Oh, reader. It was all I could do to just park my car and hoof it to the rear of my dwelling without blowing my stack. These spoiled yuppies wanted a brand new house, and they bought one with no yard, and now they are warning me that their tot is playing near the street?

I don't want to move. It takes me ten minutes to drive to work. The El Train to Philly is four blocks away. But I'm not comfortable. There are barbarians at the gate. They have created a wasteland and called it progress.

10 comments:

anne marie in philly said...

THEY should be watching out for their stupid bratley, NOT YOU!

FUCK THEM!

CraveCute said...

It's happening in our suburban neighborhoods too. Large wooded double lots are being split so that two and three houses can fit in that same area. Existing long-time homeowners now have to deal with the increased activity, traffic etc. All because of greed!

Chas S. Clifton said...

You could do something creative with the little green guy, I bet.

yellowdoggranny said...

that is plum sad.

Laura said...

People are just fucking selfish stupid bastards.

blessings
~*~

Debra She Who Seeks said...

This is going on here in Edmonton too. When the redevelopment occurs in poorer, run-down neighbourhoods, they call it "gentrification." When the redevelopment occurs in richer, desirable neighbourhoods, they call it "infill." And it's basically as you describe. Young professionals with families don't want to live in small, older homes in those nice areas, so they bulldoze the house, build a huge McMansion on the lot or, if it's a large corner lot, a developer will bulldoze and build a huge duplex. That's how things roll nowadays.

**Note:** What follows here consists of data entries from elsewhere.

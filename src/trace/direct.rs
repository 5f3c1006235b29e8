//! Direct sums over a uniform grid.

use num_complex::Complex64;
use rayon::prelude::*;

use super::smoothed::{SmoothedTerm, SmoothedTerms};
use super::sum::{Target, UniformGrid};

/// Points that one thread does at a time.
const CHUNK: usize = 1024;

/// Points that share one table of exp(i j step l): short enough that the table costs little, long enough that the exponentials
/// at its beginning do.
const BLOCK: usize = 32;

/// Adds the terms with numbers `chosen` at every point of the grid.
pub(super) fn add(
    terms: &SmoothedTerms,
    chosen: &[usize],
    grid: &UniformGrid,
    target: &mut Target,
) {
    if chosen.is_empty() {
        return;
    }
    let chunks = target
        .staircase
        .par_chunks_mut(CHUNK)
        .zip(target.density.par_chunks_mut(CHUNK));
    chunks
        .enumerate()
        .for_each(|(index, (staircase, density))| {
            let part = UniformGrid {
                start: grid.point(index * CHUNK),
                step: grid.step,
                count: staircase.len(),
            };
            let mut target = Target { staircase, density };
            for &index in chosen {
                let term = &terms.terms[index];
                if term.is_plain_wave() {
                    add_wave(term, &part, &mut target);
                } else {
                    add_term(term, terms.smoothing(), &part, &mut target);
                }
            }
        });
}

/// Any term, point by point.
fn add_term(term: &SmoothedTerm, smoothing: f64, grid: &UniformGrid, target: &mut Target) {
    let sums = target.staircase.iter_mut().zip(target.density.iter_mut());
    for (index, (staircase, density)) in sums.enumerate() {
        let value = term.at(grid.point(index), smoothing);
        *staircase += value.staircase;
        *density += value.density;
    }
}

/// Re[c exp(i k l)] and its derivative, with exp(i k l) = exp(i k_0 l) exp(i j step l) in blocks of points.
fn add_wave(term: &SmoothedTerm, grid: &UniformGrid, target: &mut Target) {
    let length = term.term.length;
    let (mut cosines, mut sines) = ([0.0; BLOCK], [0.0; BLOCK]);
    for (index, (cosine, sine)) in cosines.iter_mut().zip(&mut sines).enumerate() {
        (*sine, *cosine) = (index as f64 * grid.step * length).sin_cos();
    }
    let blocks = target
        .staircase
        .chunks_mut(BLOCK)
        .zip(target.density.chunks_mut(BLOCK));
    for (block, (staircase, density)) in blocks.enumerate() {
        let wave = term.series.first * Complex64::cis(grid.point(block * BLOCK) * length);
        let slope = Complex64::I * length * wave;
        let waves = cosines.iter().zip(&sines);
        for ((staircase, density), (cosine, sine)) in staircase.iter_mut().zip(density).zip(waves) {
            *staircase += wave.re * cosine - wave.im * sine;
            *density += slope.re * cosine - slope.im * sine;
        }
    }
}
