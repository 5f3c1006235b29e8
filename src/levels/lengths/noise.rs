//! How much of a length spectrum is noise of the list.
//!
//! Levels that are missing or false at random add a white noise to the density, which falls as 1/l in the spectrum; errors of
//! levels add the same at all lengths. Below the shortest orbit no classical path contributes: whatever is left there between levels
//! and smooth density is noise (and the error of the smooth density). How it goes on to longer lengths is read off the lower
//! quartile of the difference there, which orbits that are wrong or missing hardly raise, within the two laws.

use super::taper::Taper;

/// Cells of noise below the shortest orbit that make a measurement: with two, their root mean square is good to a third.
const LEAST_CELLS: f64 = 2.0;
/// Lower quartile of the modulus of complex noise in its standard deviations (real and imaginary part each): sqrt(2 ln(4/3)).
const LOWER_QUARTILE: f64 = 0.758_528;
/// Probability that noise of known size passes the threshold anywhere. Its size is known to a fifth only, which makes it about a
/// hundred times as frequent: one list in a hundred.
const FALSE_ALARM: f64 = 1e-4;

/// Noise of a length spectrum.
#[derive(Clone, Copy, Debug, PartialEq)]
pub struct Noise {
    /// Length at which it was measured.
    pub reference: f64,
    /// Standard deviation of real and imaginary part there, in levels.
    pub size: f64,
    /// Power of the length with which it goes on.
    pub power: f64,
    /// What the stated errors of the levels make at least, at all lengths.
    pub least: f64,
    /// Independent values below the shortest orbit; fewer than two where the quartile alone had to do.
    pub cells: f64,
    /// Standard deviations that noise alone passes nowhere, but for one list in a hundred.
    pub factor: f64,
}

/// What a noise is measured on.
pub(super) struct Measured<'a> {
    pub(super) taper: Taper,
    pub(super) lengths: &'a [f64],
    /// Modulus of the difference at the lengths.
    pub(super) difference: &'a [f64],
    /// Shortest length at which anything is expected.
    pub(super) shortest: f64,
    /// Length up to which the orbits are known.
    pub(super) known_to: f64,
    /// Standard deviation from stated errors.
    pub(super) least: f64,
}

impl Noise {
    /// Standard deviation of real and imaginary part at a length, in levels.
    #[must_use]
    pub fn at(&self, length: f64) -> f64 {
        (self.size * (length / self.reference).powf(self.power)).max(self.least)
    }

    /// What noise alone does not pass at a length, in levels.
    #[must_use]
    pub fn threshold(&self, length: f64) -> f64 {
        self.factor * self.at(length)
    }

    /// Was it measured below the shortest orbit?
    #[must_use]
    pub fn is_measured(&self) -> bool {
        self.cells >= LEAST_CELLS
    }

    /// Shortest orbit below which it can be measured.
    #[must_use]
    pub fn shortest_measurable(&self, taper: &Taper) -> f64 {
        2.0 * taper.main_lobe() + LEAST_CELLS * taper.cell()
    }

    pub(super) fn measure(data: &Measured<'_>) -> Self {
        let begin = data.lengths.first().copied().unwrap_or(0.0);
        let cells = ((data.known_to - begin) / data.taper.cell()).max(1.0);
        let quiet_to = data.shortest.min(data.known_to) - data.taper.main_lobe();
        let quiet = part(data, begin, quiet_to);
        let extent = (quiet_to - begin) / data.taper.cell();
        let long_from =
            0.5 * (data.shortest.clamp(begin, data.known_to.max(begin)) + data.known_to);
        let long = part(data, long_from, data.known_to);
        let mut noise = Self {
            reference: mean(&long, |(length, _)| length).unwrap_or(data.known_to),
            size: quartile(&long) / LOWER_QUARTILE,
            power: 0.0,
            least: data.least,
            cells: extent.max(0.0),
            factor: (2.0 * (cells / FALSE_ALARM).ln()).sqrt(),
        };
        if noise.is_measured()
            && let (Some(square), Some(reference)) = (
                mean(&quiet, |(_, size)| size * size),
                mean(&quiet, |(length, _)| length),
            )
        {
            noise.goes_through(reference, (0.5 * square).sqrt(), extent);
        }
        noise
    }

    /// Makes this noise, known at long lengths, the one measured over some cells about a shorter length as well: between a constant and
    /// 1/l, and never growing with the length.
    fn goes_through(&mut self, reference: f64, size: f64, cells: f64) {
        // The root mean square of n complex values is too small by its part n^(-1/2) once in forty times.
        let most = size / (1.0 - cells.sqrt().recip());
        let at_long = self.size.min(most);
        let ratio = (self.reference / reference).ln();
        if at_long < size && ratio > 0.0 {
            self.power = ((at_long / size).ln() / ratio).max(-1.0);
        }
        self.size = size.max(at_long);
        self.reference = reference;
    }
}

/// Lengths and differences between two lengths.
fn part(data: &Measured<'_>, from: f64, to: f64) -> Vec<(f64, f64)> {
    data.lengths
        .iter()
        .copied()
        .zip(data.difference.iter().copied())
        .filter(|(length, _)| (from..=to).contains(length))
        .collect()
}

fn mean(values: &[(f64, f64)], of: impl Fn((f64, f64)) -> f64) -> Option<f64> {
    (!values.is_empty())
        .then(|| values.iter().map(|&pair| of(pair)).sum::<f64>() / values.len() as f64)
}

fn quartile(values: &[(f64, f64)]) -> f64 {
    let mut sizes: Vec<f64> = values.iter().map(|(_, size)| *size).collect();
    sizes.sort_by(f64::total_cmp);
    sizes.get(sizes.len() / 4).copied().unwrap_or(0.0)
}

Debra She Who Seeks said...

The City encourages gentrification and infill because it brings more people in to live in the city's centre, rather than in the ever-expanding-outward suburbs which eat up valuable farm land as development occurs. More people and kids in central areas help keep those older neighbourhood schools viable so they need not be closed and the kids bused to other schools. So there are some advantages from an urban planning point of view.

Janie Junebug said...

Ours is a historic neighborhood with a neighborhood association that keeps a pretty tight leash on change. I hope we continue the way we are.

Love,
Janie

Jono said...

I've seen this happen when I visit the Big City. I just don't get it. When is it enough? Do they do it just to display their wealth or are they deranged? It's only been a hundred years since indoor plumbing was considered a luxury.

Kim Cooper said...

Over-population is behind it. Too many people.
We should encourage making it denser in urban settings so that it won't get denser farther out.